Thursday, November 1, 2007

fondantastic

I don't watch TV much, but when I do turn it on during lunch or dinner, the first channel I usually check is the the Food Network. I do not watch Rachel Ray or Emeril or anyone who is trying to tell me how to cook. No, I only stay on the channel for cakes. Massive, complicated, $10,000-winning cakes.

And I have learned something from these master bakers. Fondant. I had no idea what this was when I first started watching these shows. I was severely disappointed that the wonderful cakes were not decorated with the butter cream icing I hold so dear. I wondered, what was this bland-looking blanket with which they covered their cakes to gracefully? It couldn't taste good. Oh, I was wrong. Fondant is melted sugar in the soft-ball stage, which means it is the consistency of playdough or taffy or something stretchy like that.

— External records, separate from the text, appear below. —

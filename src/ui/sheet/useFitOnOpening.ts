/** Fits whenever another drawing comes onto the sheet, never while one is worked on. */

import { useEffect } from 'react';
import { useReactFlow } from 'reactflow';
import { type State, useStore } from '../store/index.ts';
import { useFit } from './useFit.ts';

const key = (state: State) => state.document.key;

export function useFitOnOpening(): void {
  const fitDrawing = useFit();
  const drawing = useStore(key);
  const isReady = useReactFlow().viewportInitialized;
  // biome-ignore lint/correctness/useExhaustiveDependencies: it is the change of drawing that asks for a fit
  useEffect(() => {
    if (isReady) fitDrawing(false);
  }, [drawing, isReady, fitDrawing]);
}
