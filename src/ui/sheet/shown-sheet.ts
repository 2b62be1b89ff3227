/** The sheet as last drawn, for commands that have to know where its wires run. Written by the sheet, read between pictures. */

import type { Sheet } from '../../diagram/index.ts';
import type { Routes } from '../../diagram/routing/index.ts';

interface ShownSheet {
  readonly sheet: Sheet;
  readonly routes: Routes;
}

let current: ShownSheet = { sheet: { blocks: [], wires: [] }, routes: { wires: [], dots: [] } };

export function shownSheet(): ShownSheet {
  return current;
}

export function setShownSheet(shown: ShownSheet): void {
  current = shown;
}
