/** Copy, cut and paste on the sheet, by key or by the browser's own menu. */

import { useEffect } from 'react';
import { copyChosen, cutChosen, pasteText } from '../commands/clipboard.ts';
import { isTextField } from '../keys/index.ts';
import { pointerPlace } from './pointer.ts';
import { isOnSheet } from './useSheetKeys.ts';

export function useClipboard(): void {
  useEffect(() => {
    const take = (event: ClipboardEvent, text: () => string | null) => {
      if (!isForSheet(event)) return;
      const taken = text();
      if (taken === null || event.clipboardData === null) return;
      event.clipboardData.setData('text/plain', taken);
      event.preventDefault();
    };
    const onCopy = (event: ClipboardEvent) => take(event, copyChosen);
    const onCut = (event: ClipboardEvent) => take(event, cutChosen);
    const onPaste = (event: ClipboardEvent) => {
      if (!isForSheet(event)) return;
      void pasteText(event.clipboardData?.getData('text/plain') ?? '', pointerPlace());
      event.preventDefault();
    };
    document.addEventListener('copy', onCopy);
    document.addEventListener('cut', onCut);
    document.addEventListener('paste', onPaste);
    return () => {
      document.removeEventListener('copy', onCopy);
      document.removeEventListener('cut', onCut);
      document.removeEventListener('paste', onPaste);
    };
  }, []);
}

/** Text that is marked on the page is copied as text. */
function isForSheet({ target }: ClipboardEvent): boolean {
  return !isTextField(target) && isOnSheet(target) && String(window.getSelection()) === '';
}
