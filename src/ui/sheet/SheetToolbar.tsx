/** The commands at the sheet's upper left that have no other button: fit, arrange, find, zoom. */

import { useReactFlow } from 'reactflow';
import { beginFrame, beginText } from '../annotations/annotation-commands.ts';
import { arrangeChosen } from '../commands/arrange-chosen.ts';
import { actions } from '../store/index.ts';
import { focusSheet } from './focus-block.ts';
import { glideView, zoomedAbout } from './glide-view.ts';
import { useFit } from './useFit.ts';

const MILLISECONDS = 160;

const ZOOM_STEP = 1.2;

export function SheetToolbar() {
  const flow = useReactFlow();
  const fitDrawing = useFit();
  const zoomBy = (factor: number) => {
    const { width, height } = document.querySelector('.sheet')?.getBoundingClientRect() ?? new DOMRect();
    glideView(flow, zoomedAbout(flow.getViewport(), [width / 2, height / 2], factor), MILLISECONDS);
  };
  const arrange = () => {
    void arrangeChosen().then(isWhole => isWhole && fitDrawing(true));
    focusSheet();
  };
  return (
    <div className="sheet-toolbar" role="toolbar" aria-label="Sheet">
      <button
        type="button"
        aria-keyshortcuts="Z"
        title="Fit the drawing to the sheet: Z"
        onClick={() => fitDrawing(true)}
      >
        Fit
      </button>
      <button type="button" aria-keyshortcuts="L" title="Arrange the selected blocks, or all: L" onClick={arrange}>
        Arrange
      </button>
      <button
        type="button"
        aria-keyshortcuts="Control+F"
        title="Find a block by name, value or parameter: Ctrl+F"
        onClick={() => actions.openFinding(true)}
      >
        Find
      </button>
      <button type="button" aria-keyshortcuts="T" title="Write a text on the sheet: T" onClick={() => beginText(null)}>
        Text
      </button>
      <button type="button" aria-keyshortcuts="B" title="Frame the selected blocks: B" onClick={beginFrame}>
        Frame
      </button>
      <button type="button" aria-label="Zoom out" title="Zoom out" onClick={() => zoomBy(1 / ZOOM_STEP)}>
        −
      </button>
      <button type="button" aria-label="Zoom in" title="Zoom in" onClick={() => zoomBy(ZOOM_STEP)}>
        +
      </button>
    </div>
  );
}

And it is tasty.

Last night, Deb and I experimented with this stuff and found it to be quite pleasing, both in ease of preparation and fun in decoration. We started off easy, with plain white and a little cookie cutter, but then went wild with food coloring and shaping. Here are our creations. Compare these to the Food Network, and you will only be slightly disappointed.



The frog was purely Deb's creation, but the caterpillar/dragon was a combination of both of our efforts. The others were the warm-ups.